23. Juli 2025 / Aus aller Welt

Hitze lähmt Südosten Europas: Tote in Italien und der Türkei

Arbeitsverbote in Griechenland, Alarmstufe Rot im Süden Italiens, tödlicher Waldbrand in der Türkei: Bis zum Wochenende müssen die Menschen mit Temperaturen von teils weit über 40 Grad zurechtkommen.

Athen: Bereits am Morgen über 30 Grad
Veröffentlicht am 23. Juli 2025 um 21:06 Uhr

Schon morgens um 10 Uhr mehr als 30 Grad auf Sizilien, 36 Grad in der türkischen Metropole Istanbul, 38 Grad auf der griechischen Insel Lesbos: Im Süden und Südosten Europas macht eine tagelange Hitzewelle und die Trockenheit den Menschen das Leben schwer. 

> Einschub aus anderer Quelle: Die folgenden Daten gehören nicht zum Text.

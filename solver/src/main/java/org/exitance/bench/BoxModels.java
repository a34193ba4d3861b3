package org.exitance.bench;

import java.util.ArrayList;
import java.util.List;
import org.exitance.model.BandSet;
import org.exitance.model.BoundaryCondition;
import org.exitance.model.Enclosure;
import org.exitance.model.EnclosureSurface;
import org.exitance.model.Material;
import org.exitance.model.RadiationCase;
import org.exitance.model.SolverSettings;
import org.exitance.model.ViewFactorMatrix;
import org.exitance.spectral.SpectralEmissivity;
import org.exitance.spectral.TabulatedEmissivity;

/**
 * Closed-box models for benchmarks of the solver alone (invented data: {@code exitance bench} and
 * the benchmark beside the tests). A unit cube with c × c
 * square cells on each face, N = 6c² facets. The view factors are synthetic but exactly reciprocal
 * and closed: the point-to-point kernel between cell centres, {@code S_ij = A_i A_j cosθ_i cosθ_j /
 * (π r²)} (Siegel &amp; Howell, 5th ed., the differential view factor between two small areas;
 * r² floored at one cell area, zero within a face), balanced symmetrically, {@code S'_ij =
 * d_i S_ij d_j} with Σ_j S'_ij = A_i (a few fixed-point sweeps), and {@code F_ij = S'_ij / A_i}.
 * Not the geometry's exact view factors: the solver's cost and accuracy do not depend on that.
 *
 * <p>Every third facet (index ≡ 0 mod 3) has an unknown temperature (adiabatic), the rest fixed
 * temperatures from 400 K to 1200 K across the box; the material is non-gray (a step in ε at
 * 2–8 µm), so several bands differ.
 */
public final class BoxModels {
    private BoxModels() {
    }

    /** Cells per face edge for about n facets. */
    public static int cellsFor(int facets) {
        return Math.max(1, (int) Math.round(Math.sqrt(facets / 6.0)));
    }

    /**
     * The view factors of the box (row-major, a new array of (6c²)² entries), closed to about 1e-12.
     *
     * @param c  cells per face edge
     * @param area  receives the facet areas (m²); length 6c², modified
     */
    public static double[] viewFactors(int c, double[] area) {
        int n = 6 * c * c;
        double[][] p = new double[n][];
        double[][] nrm = new double[n][];
        double h = 1.0 / c;
        int k = 0;
        for (int face = 0; face < 6; face++) {
            int axis = face / 2;
            double side = face % 2 == 0 ? 0.0 : 1.0;
            for (int u = 0; u < c; u++) {
                for (int v = 0; v < c; v++) {
                    double[] x = new double[3];
                    x[axis] = side;
                    x[(axis + 1) % 3] = (u + 0.5) * h;
                    x[(axis + 2) % 3] = (v + 0.5) * h;
                    double[] nv = new double[3];
                    nv[axis] = face % 2 == 0 ? 1.0 : -1.0; // inward
                    p[k] = x;
                    nrm[k] = nv;
                    area[k] = h * h;
                    k++;
                }
            }
        }
        double[] s = new double[Math.multiplyExact(n, n)];
        java.util.stream.IntStream.range(0, n).parallel().forEach(i -> {
            for (int j = 0; j < n; j++) {
                double dx = p[j][0] - p[i][0];
                double dy = p[j][1] - p[i][1];
                double dz = p[j][2] - p[i][2];
                double r2 = dx * dx + dy * dy + dz * dz;
                double ci = (nrm[i][0] * dx + nrm[i][1] * dy + nrm[i][2] * dz);
                double cj = -(nrm[j][0] * dx + nrm[j][1] * dy + nrm[j][2] * dz);
                if (ci <= 1e-12 || cj <= 1e-12) {
                    continue; // same face, or facing away
                }
                double rr = Math.max(r2, h * h);
                s[i * n + j] = area[i] * area[j] * ci * cj / (Math.PI * rr * r2);
            }
        });
        double[] d = new double[n];
        java.util.Arrays.fill(d, 1.0);
        double[] sd = new double[n];
        for (int sweep = 0; sweep < 200; sweep++) {
            java.util.stream.IntStream.range(0, n).parallel().forEach(i -> {
                double sum = 0;
                int row = i * n;
                for (int j = 0; j < n; j++) {
                    sum += s[row + j] * d[j];
                }
                sd[i] = sum; // each row one sum in a fixed order: the same whatever the threads
            });
            double worst = 0;
            for (int i = 0; i < n; i++) {
                worst = Math.max(worst, Math.abs(d[i] * sd[i] / area[i] - 1));
            }
            if (worst < 1e-13) {
                break;
            }
            for (int i = 0; i < n; i++) {
                d[i] = Math.sqrt(d[i] * area[i] / sd[i]);
            }
        }
        java.util.stream.IntStream.range(0, n).parallel().forEach(i -> {
            int row = i * n;
            for (int j = 0; j < n; j++) {
                s[row + j] = d[i] * s[row + j] * d[j] / area[i];
            }
        });
        return s;
    }

    /**
     * The benchmark case.
     *
     * @param facets  about this many facets (6c²)
     * @param bands   1 (gray) or more: that many bands with edges spread over 1–20 µm
     */
    public static RadiationCase box(int facets, int bands) {
        int c = cellsFor(facets);
        int n = 6 * c * c;
        double[] area = new double[n];
        double[] f = viewFactors(c, area);
        SpectralEmissivity eps = new TabulatedEmissivity(new double[] {2, 8}, new double[] {0.3, 0.85});
        Material m = new Material("invented step coating", eps, "invented: ε 0.3 below 2 µm, 0.85 above 8 µm");
        List<EnclosureSurface> surfaces = new ArrayList<>();
        for (int i = 0; i < n; i++) {
            BoundaryCondition bc = i % 3 == 0 ? new BoundaryCondition.Adiabatic()
                    : new BoundaryCondition.FixedTemperature(400 + 800.0 * (i % 97) / 96);
            surfaces.add(new EnclosureSurface("f" + i, m, area[i], bc, Double.NaN));
        }
        Enclosure e = new Enclosure(surfaces, ViewFactorMatrix.adopt(f, n), null, List.of());
        return new RadiationCase("invented closed box, " + n + " facets", "invented benchmark data", List.of(m), e,
                bandSet(bands), SolverSettings.DEFAULT);
    }

    /** One gray band, or that many bands with edges spread geometrically over 1–20 µm. */
    static BandSet bandSet(int bands) {
        if (bands <= 1) {
            return BandSet.gray("benchmark");
        }
        double[] edges = new double[bands - 1];
        for (int k = 0; k < edges.length; k++) {
            edges[k] = Math.pow(20.0, (k + 1.0) / bands);
        }
        return new BandSet(edges, "benchmark");
    }
}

In Griechenland herrschen während der heißen Mittagsstunden vielerorts Arbeitsverbote. In Italien wird von fünf Todesfällen berichtet, die mit der Hitze in Zusammenhang gebracht werden. In der Türkei sterben zehn Menschen, als sich bei einem Waldbrand der Wind dreht und die Flammen Helfer einschließen.

Italien

Der Süden Italiens stöhnt unter großer Hitze. Bis zu 45 Grad werden in den kommenden Tagen erwartet. In den vergangenen Tagen gab es nach Angaben der Behörden allein in der Region Apulien mindestens fünf Todesfälle, die in Zusammenhang mit den hohen Temperaturen stehen könnten. In Palermo, der Hauptstadt der Insel Sizilien gilt die höchste Hitze-Alarmstufe Rot. In mehr als einem Dutzend weiterer Städte gelten ebenfalls Hitzewarnungen. Das bedeutet, dass auf körperliche Anstrengungen im Freien möglichst verzichtet werden soll. Ältere Menschen sollen sich besonders in Acht nehmen. Für die nächsten Tage sagen die Wetterdienste keine Entspannung voraus. 

Türkei

Menschen und Tiere in der Türkei ächzen unter der Hitze. Bereits am Dienstag wurden in 6 der 81 Provinzen des Landes mehr als 40 Grad gemessen. In der Metropole Istanbul waren es schon am Morgen 36 Grad. Die Behörden riefen die Menschen dazu auf, sich tagsüber in Innenräumen aufzuhalten. Tierschützer erinnerten daran, Wasser für die vielen Straßentiere rauszustellen. 

Zu der Hitze kommt die Trockenheit, wodurch sich Waldbrände schneller ausbreiten können. Einsatzkräfte kämpfen besonders im Westen des Landes gegen Brände. Mehrere Dörfer sind bereits evakuiert. 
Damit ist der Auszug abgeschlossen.